Here the front sleeve is finished and the smith is truing the bolt locking lugs.









Oh, oh I forgot what you call this, but you need it when you have removed the tailstock. This is in prep to face the bolt. The bolt rides in grease on brass contact points.









Notice the notch in the cutter. This allowed the smith to face the bolt without removing the extractor. This may appear a little blurry, but the lathe is running. 1/35000 minute flash stopped the action better than I expected. 









This is the action after complete blueprinting. 









This Bartlein 5R barrel will be mounted to the action as soon as ordered boring bars get here. The rifling needs to be removed before cutting the chamber because you can get chatter when cutting barrels rifled 5 lands and groves. We hope to have the finished barrel at 28 inches with a crown like my Cooper Phoenix.


----------



## xdeano

What do you mean chatter? the reamer should ride on the bore correct.

If it's drilled out, then a boring bar ran into the chamber just shy of the final reamer cut it should be fine.

You can see the 5R canted lands really well in the picture.

xdeano


----------



## Plainsman

Most reamers have an even number of teeth so when you have an odd number of lands you don't contact all the way around uniformly. That can set up a small vibration and cause a ripple in the cut rather than smooth. So the best way around that is just barely remove the rifling as far as the throat will go. The reamer will open it up slightly from there, and give you a smooth finish cut.


----------



## xdeano

sounds like an interesting concept. Keep the pics coming.

I thought you were going to do some videos. How's that coming?

xdeano


----------



## Plainsman

> I thought you were going to do some videos. How's that coming?

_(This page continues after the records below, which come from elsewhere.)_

using Stochastic.Chains.Kernels;

namespace Stochastic.Chains.Structure;

/// <summary>The coarsest partition, finer than a given one, whose blocks are moved into with equal probabilities from all states of a block.</summary>
internal sealed class PartitionRefinement(TransitionMatrix matrix, double tolerance)
{
    internal int[] Refine(int[] blockOf)
    {
        int[] blocks = [.. blockOf];
        var count = blocks.Max() + 1;
        var waiting = new Queue<int>(Enumerable.Range(0, count));
        while (waiting.TryDequeue(out var splitter))
        {
            var into = ProbabilitiesInto(blocks, splitter);
            foreach (var members in Enumerable.Range(0, blocks.Length).GroupBy(state => blocks[state]).Select(group => group.ToArray()).ToArray())
            {
                Array.Sort(members, (one, other) => into[one].CompareTo(into[other]));
                var own = blocks[members[0]];
                var isSplit = false;
                for (var k = 1; k < members.Length; k++)
                {
                    if (into[members[k]] - into[members[k - 1]] > tolerance * into[members[k]])
                    {
                        own = count++;
                        isSplit = true;
                        waiting.Enqueue(own);
                    }

                    if (isSplit)
                    {
                        blocks[members[k]] = own;
                    }
                }

                if (isSplit)
                {
                    waiting.Enqueue(blocks[members[0]]);
                }
            }
        }

        return blocks;
    }

    private double[] ProbabilitiesInto(int[] blocks, int block)
    {
        var into = new double[blocks.Length];
        for (var state = 0; state < into.Length; state++)
        {
            var sum = default(CompensatedSum);
            foreach (var (to, probability) in matrix.Row(state))
            {
                sum.Add(blocks[to] == block ? probability : 0);
            }

            into[state] = sum.Value;
        }

        return into;
    }
}
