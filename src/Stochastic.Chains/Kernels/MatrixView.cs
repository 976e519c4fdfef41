namespace Stochastic.Chains.Kernels;

/// <summary>A row-major matrix inside an array: entry (i, j) is <c>values[start + i·stride + j]</c>. The extent is the caller's to know.</summary>
internal readonly struct MatrixView(double[] values, int start, int stride)
{
    /// <summary>The array that holds the matrix.</summary>
    internal double[] Values { get; } = values;

    /// <summary>Index of entry (0, 0).</summary>
    internal int Start { get; } = start;

    /// <summary>Distance between the starts of consecutive rows.</summary>
    internal int Stride { get; } = stride;

    /// <summary>A reference to one entry.</summary>
    internal ref double this[int row, int column] => ref Values[Start + (row * Stride) + column];

    /// <summary>The matrix that begins at the given entry.</summary>
    internal MatrixView From(int row, int column) => new(Values, Start + (row * Stride) + column, Stride);

    /// <summary>A part of one row.</summary>
    internal Span<double> Row(int row, int column, int count) => Values.AsSpan(Start + (row * Stride) + column, count);
}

Sheeeesh I completely forgot about doing video. My camera will take stills while doing video too. Of course the gunsmith loaned me a complete four hour video on the process. Still I should have done that. Maybe I can still do the chamber reaming etc.


----------



## spitfire_er

Plainsman said:


> Most reamers have an even number of teeth so when you have an odd number of lands you don't contact all the way around uniformly. That can set up a small vibration and cause a ripple in the cut rather than smooth. So the best way around that is just barely remove the rifling as far as the throat will go. The reamer will open it up slightly from there, and give you a smooth finish cut.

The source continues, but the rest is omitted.